Par ailleurs, 8,3 % des salariés qui déclarent devoir toujours ou souvent travailler certains jours ou certaines semaines plus longtemps que l’horaire officiellement prévu et 17,8 % de ceux qui déclarent toujours ou souvent devoir accéder à leur boite à lettres professionnelle quand ils ne sont pas sur leur lieu de travail, en dehors de leurs horaires habituels, pratiquent également le télétravail quelques jours ou demi-journées par mois. - Le profil des cadres télétravaillant occasionnellement est un peu différent de celui des cadres en télétravail régulier. Les hommes cadres sont plus nombreux à pratiquer occasionnellement le télétravail ; la part des moins de 40 ans est supérieure à la moyenne, alors qu’ils sont sous-représentés parmi les télétravailleurs réguliers.
À l’inverse des autres régions, la part des cadres qui télétravaillent de façon occasionnelle en Île-de-France (13,3 %) est plus faible que la part de ceux qui y télétravaillent régulièrement (respectivement 14,1 %). Dans cette région où les temps de trajet domicile-travail sont les plus longs, le télétravail semble donc être plus souvent régulier et organisé.

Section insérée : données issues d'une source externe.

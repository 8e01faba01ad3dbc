//! One function a verb: open, call the layers below, deliver.

use super::arguments::{Common, Format, Geometry, Label, Placing, Table};
use super::input::{self, Bytes};
use super::placing::choice;
use super::{CliError, Status, draw, levels, output, use_threads};
use crate::labelling::placement::{self, Choice, Placement};
use crate::labelling::{self, Labelled, Thresholds};
use crate::model::{self, ANGSTROM_PER_BOHR, Molecule, Reading};
use crate::report::build::{self, Wanted};
use crate::report::document::Document;
use crate::report::text::{self, TextOptions};
use crate::report::{csv, rule, table};
use crate::wavefunction;
use clap::ValueEnum;
use std::io::Write;
use std::path::Path;

/// Populations need the square root of the overlap matrix, n³: above this many functions only on demand.
pub(super) const CHARACTER_LIMIT: usize = 1200;

/// Bytes and meaning of a Molden file; warnings go to `errors`.
pub(super) fn molden(path: &Path, common: &Common, errors: &mut dyn Write) -> Result<(Bytes, Molecule), CliError> {
    let bytes = input::open(path)?;
    let molecule = meaning(model::read_molden(&bytes), path, &bytes, common, errors)?;
    Ok((bytes, molecule))
}

/// Nuclei, and whatever else there is, of a Molden or plain XYZ file; warnings go to `errors`.
pub(super) fn molden_or_xyz(path: &Path, common: &Common, errors: &mut dyn Write) -> Result<Molecule, CliError> {
    let bytes = input::open(path)?;
    let result = if model::looks_like_molden(&bytes) { model::read_molden(&bytes) } else { model::read_xyz(&bytes) };
    meaning(result, path, &bytes, common, errors)
}

/// What was read, or all findings drawn.
fn meaning(
    result: Reading,
    path: &Path,
    bytes: &[u8],
    common: &Common,
    errors: &mut dyn Write,
) -> Result<Molecule, CliError> {
    let name = path.display().to_string();
    match result {
        Ok((molecule, warnings)) => {
            if !common.quiet && !warnings.is_empty() {
                // A closed standard error must not stop the result.
                let _ = writeln!(errors, "{}", draw(&warnings, &name, bytes));
            }
            Ok(molecule)
        }
        Err(findings) => Err(CliError::Input { drawn: draw(&findings, &name, bytes) }),
    }
}

/// What is asked of the labels of one file.
#[derive(Debug, Clone, Copy)]
pub(super) struct Labelling<'a> {
    /// Every limit.
    pub thresholds: Thresholds,
    /// Which group.
    pub placing: &'a Placing,
    /// Orbitals below and above the frontier to list.
    pub window: Option<(usize, usize)>,
    /// Populations whatever they cost.
    pub character: bool,
}

/// The labels of one file and their document.
///
/// # Errors
/// [`CliError::Label`] for what the file does not allow, [`CliError::Usage`] for a group or frame it does not have.
pub(super) fn labels(
    path: &Path,
    molecule: &mut Molecule,
    asked: Labelling<'_>,
) -> Result<(Labelled, Document), CliError> {
    let choice = choice(asked.placing, molecule)?;
    let labelled = labelling::label_in(molecule, &asked.thresholds, &choice)
        .map_err(|source| CliError::Label { path: path.to_owned(), source })?;
    let small = molecule.n_functions() <= CHARACTER_LIMIT;
    let lowdin = (small || asked.character).then(|| wavefunction::lowdin(&labelled.settled, molecule)).flatten();
    let name = path.display().to_string();
    let wanted = Wanted { window: asked.window, frontier_transitions: small };
    let document = build::label_document(&name, molecule, &labelled, lowdin.as_deref(), &asked.thresholds, wanted);
    Ok((labelled, document))
}

pub fn label(arguments: &Label, out: &mut dyn Write, errors: &mut dyn Write) -> Result<Status, CliError> {
    use_threads(&arguments.common)?;
    if arguments.common.format != Format::Svg && (arguments.transitions || arguments.drawing.is_asked()) {
        let text = "--range, --width and --transitions belong to the level diagram: add --format svg";
        return Err(CliError::Usage(text.to_owned()));
    }
    let path = &arguments.file;
    let (bytes, mut molecule) = molden(path, &arguments.common, errors)?;
    let thresholds = Thresholds {
        tolerance_bohr: arguments.tolerance / ANGSTROM_PER_BOHR,
        degeneracy_hartree: arguments.degeneracy,
        purity: arguments.purity,
        ..Thresholds::STANDARD
    };
    let asked =
        Labelling { thresholds, placing: &arguments.placing, window: arguments.window, character: arguments.character };
    let (labelled, document) = labels(path, &mut molecule, asked)?;
    let sym_labels = arguments.write_labels.as_ref().map(|_| build::sym_labels(&labelled));
    let printed = match arguments.common.format {
        Format::Svg => levels::of_label(&document, arguments)?,
        Format::Html => super::page::page(&document, &molecule, labelled, &thresholds, arguments)?,
        _ => print(&document, &arguments.common, || text::label_text(&document, TextOptions { all: arguments.all }))?,
    };
    if let Some((target, labels)) = arguments.write_labels.as_ref().zip(sym_labels) {
        output::deliver(Some(target), &model::write_labels(&bytes, &molecule, &labels), out)?;
    }
    output::deliver(arguments.common.output.as_deref(), &printed, out)?;
    Ok(Status::Done)
}

pub fn geometry(arguments: &Geometry, out: &mut dyn Write, errors: &mut dyn Write) -> Result<Status, CliError> {
    use_threads(&arguments.common)?;
    let path = &arguments.file;
    let molecule = molden_or_xyz(path, &arguments.common, errors)?;
    let tolerance_bohr = arguments.tolerance / ANGSTROM_PER_BOHR;
    let Placement { detection, symmetry, .. } = placement::place(&molecule, tolerance_bohr, &Choice::default())
        .map_err(|source| CliError::Label { path: path.clone(), source })?;
    let document =
        build::geometry_document(&path.display().to_string(), &molecule, &detection, &symmetry, tolerance_bohr);
    let printed = print(&document, &arguments.common, || text::geometry_text(&document))?;
    output::deliver(arguments.common.output.as_deref(), &printed, out)?;
    Ok(Status::Done)
}

pub fn table(arguments: &Table, out: &mut dyn Write) -> Result<Status, CliError> {
    use_threads(&arguments.common)?;
    if arguments.double {
        return super::states::double_table(arguments, out);
    }
    if let Some([from, to]) = arguments.transition.as_deref() {
        let document = rule::build(&arguments.group, from, to).map_err(|error| CliError::Usage(error.to_string()))?;
        let printed = match arguments.common.format {
            Format::Text => rule::text(&document).into_bytes(),
            Format::Json => json(&document)?,
            format => return Err(refuse("table", "text or json", format)),
        };
        output::deliver(arguments.common.output.as_deref(), &printed, out)?;
        return Ok(Status::Done);
    }
    let document = table::build(&arguments.group).map_err(|error| CliError::Usage(error.to_string()))?;
    let printed = match arguments.common.format {
        Format::Text => table::text(&document).into_bytes(),
        Format::Json => json(&document)?,
        format => return Err(refuse("table", "text or json", format)),
    };
    output::deliver(arguments.common.output.as_deref(), &printed, out)?;
    Ok(Status::Done)
}

/// The document in the form asked for.
fn print(document: &Document, common: &Common, text: impl FnOnce() -> String) -> Result<Vec<u8>, CliError> {
    match common.format {
        Format::Text => Ok(text().into_bytes()),
        Format::Json => json(document),
        Format::Csv if document.sets.is_none() => {
            Err(CliError::Usage("geometry prints text or json: csv has one row a set of orbitals".to_owned()))
        }
        Format::Csv => rows(|out| csv::write_sets(document, out)),
        format @ (Format::Svg | Format::Html) => Err(refuse("geometry", "text or json", format)),
    }
}

/// A form that a verb does not print.
pub(super) fn refuse(verb: &str, prints: &str, format: Format) -> CliError {
    let name = format.to_possible_value().map_or(String::new(), |value| value.get_name().to_owned());
    CliError::Usage(format!("{verb} prints {prints}, not {name}"))
}

/// Comma-separated rows in memory.
pub(super) fn rows(write: impl FnOnce(&mut dyn Write) -> ::csv::Result<()>) -> Result<Vec<u8>, CliError> {
    let mut bytes = Vec::new();
    write(&mut bytes).map_err(|error| CliError::Write { path: None, source: std::io::Error::other(error) })?;
    Ok(bytes)
}

/// Indented JSON with a newline at its end.
pub(super) fn json(document: &impl serde::Serialize) -> Result<Vec<u8>, CliError> {
    let mut bytes = serde_json::to_vec_pretty(document)
        .map_err(|error| CliError::Write { path: None, source: std::io::Error::other(error) })?;
    bytes.push(b'\n');
    Ok(bytes)
}
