//! `label --explain`, `label --explain-transition` and `transitions --explain`: the reasoning instead of the report.

use super::arguments::{Common, Format};
use super::verbs::{json, refuse};
use super::{CliError, Status, output};
use crate::labelling::{Labelled, Thresholds};
use crate::model::Molecule;
use crate::report::explain::explain;
use crate::report::explain_pair::{explain_pair, name_of, pair_of};
use crate::report::explain_text::{explain_text, explain_transition_text};
use crate::selection::{SetName, set_name};
use serde::Serialize;
use std::io::Write;

/// What the reasoning is drawn from.
pub struct Ground<'a> {
    /// The file as given.
    pub name: &'a str,
    /// Its molecule, coefficients canonical.
    pub molecule: &'a Molecule,
    /// Its labels.
    pub labelled: &'a Labelled,
    /// Options of every verb.
    pub common: &'a Common,
}

impl Ground<'_> {
    fn find(&self, name: &SetName) -> Result<set_name::FoundSet, CliError> {
        set_name::find(&self.labelled.spins, &self.labelled.symmetry.group, name)
            .map_err(|error| CliError::Usage(format!("{}: {error}", self.name)))
    }

    /// Why one set has its label.
    pub fn set(&self, asked: &SetName, thresholds: &Thresholds, out: &mut dyn Write) -> Result<Status, CliError> {
        let found = self.find(asked)?;
        let document = explain(self.name, &asked.to_string(), self.molecule, self.labelled, thresholds, found);
        self.deliver(&document, || explain_text(&document), out)
    }

    /// Why the transition between two sets is allowed or not.
    pub fn transition(&self, from: &SetName, to: &SetName, out: &mut dyn Write) -> Result<Status, CliError> {
        let (from, to) = (self.find(from)?, self.find(to)?);
        let document = pair_of(from, to)
            .and_then(|pair| explain_pair(self.name, self.molecule, self.labelled, pair))
            .ok_or_else(|| {
            let (from, to) = (name_of(self.labelled, from), name_of(self.labelled, to));
            CliError::Usage(format!("{}: {from} and {to} are no two sets of one spin", self.name))
        })?;
        self.deliver(&document, || explain_transition_text(&document), out)
    }

    fn deliver(
        &self,
        document: &impl Serialize,
        text: impl FnOnce() -> String,
        out: &mut dyn Write,
    ) -> Result<Status, CliError> {
        let printed = match self.common.format {
            Format::Text => text().into_bytes(),
            Format::Json => json(document)?,
            other => return Err(refuse("an explanation", "text or json", other)),
        };
        output::deliver(self.common.output.as_deref(), &printed, out)?;
        Ok(Status::Done)
    }
}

Pour en savoir davantage :
https://dares.travail-emploi.gouv.fr/
Source : "Quels sont les salariés concernés par le télétravail ? ", Dares Analyses N°051, novembre 2019
Définition du télétravail :
Le télétravail est défini comme une forme d’organisation du travail, utilisant les technologies de l’information et de la communication (TIC), dans le cadre d’un contrat ou d’une relation d’emploi dans laquelle le travail, qui aurait également pu être réalisé dans les locaux de l’employeur, est effectué hors de ces locaux de façon régulière. Les lieux d’exercice peuvent être le domicile, un centre ou un site de bureaux partagés, un tiers-lieu, etc. Les outils numériques (messagerie distante, connexion à distance au réseau de l’entreprise, etc.) sont le support de ce télétravail car ils permettent le travail à distance et facilitent la communication entre le salarié en télétravail et le reste de l’équipe.
Ne sont toutefois pas en télétravail les salariés dits nomades ou mobiles, amenés, dans le cadre de leur fonction, à se déplacer fréquemment en dehors de l’entreprise (nomadisme extra-entreprise), ou travaillant dans l’entreprise mais pas à leur poste (salle de réunion, transports en commun ; nomadisme intra-entreprise), grâce à internet ainsi qu’aux nouvelles technologies (ordinateur portable, tablette, smartphone).
Source : les enquêtes Sumer 2017 et Reponse 2017 intègrent des questions sur le télétravail et permettent donc d’en mesurer directement la pratique parmi l’ensemble des salariés, à partir de données représentatives et selon des critères précis définissant le télétravail.
La dernière édition s’est déroulée en France métropolitaine et dans les Drom de juin 2016 à septembre 2017 : 26 500 salariés ont répondu à l’enquête, interrogés par 1 200 médecins du travail ou de prévention ; 98% des répondants ont accepté de renseigner l’auto-questionnaire. Ces salariés sont représentatifs de près de 24,8 millions de salariés.